▸ **Source records**
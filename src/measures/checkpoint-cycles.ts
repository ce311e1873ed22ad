/**
 * Checkpoint cycles of a horizon: the first and last cycle and evenly spaced ones between, at most `most`.
 * Spacing is the smallest whole number that fits, so that a longer horizon only thins them.
 */
export function checkpointCycles(cycles: number, most = 31): readonly number[] {
  if (cycles <= most) return Array.from({ length: cycles }, (_, index) => index + 1);
  const spacing = Math.ceil(cycles / (most - 1));
  const checkpoints = [1];
  for (let cycle = spacing; cycle < cycles; cycle += spacing) if (cycle > 1) checkpoints.push(cycle);
  checkpoints.push(cycles);
  return checkpoints;
}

▸ **AIM OF THE TASK**
Please repeat each entry. Keep every word the same.

▸ **ANSWER TO THIS TASK**
filename src/measures/checkpoint-cycles.ts
repository ce311e1873ed22ad
/**
 * Checkpoint cycles of a horizon: the first and last cycle and evenly spaced ones between, at most `most`.
 * Spacing is the smallest whole number that fits, so that a longer horizon only thins them.
 */
export function checkpointCycles(cycles: number, most = 31): readonly number[] {
  if (cycles <= most) return Array.from({ length: cycles }, (_, index) => index + 1);
  const spacing = Math.ceil(cycles / (most - 1));
  const checkpoints = [1];
  for (let cycle = spacing; cycle < cycles; cycle += spacing) if (cycle > 1) checkpoints.push(cycle);
  checkpoints.push(cycles);
  return checkpoints;
}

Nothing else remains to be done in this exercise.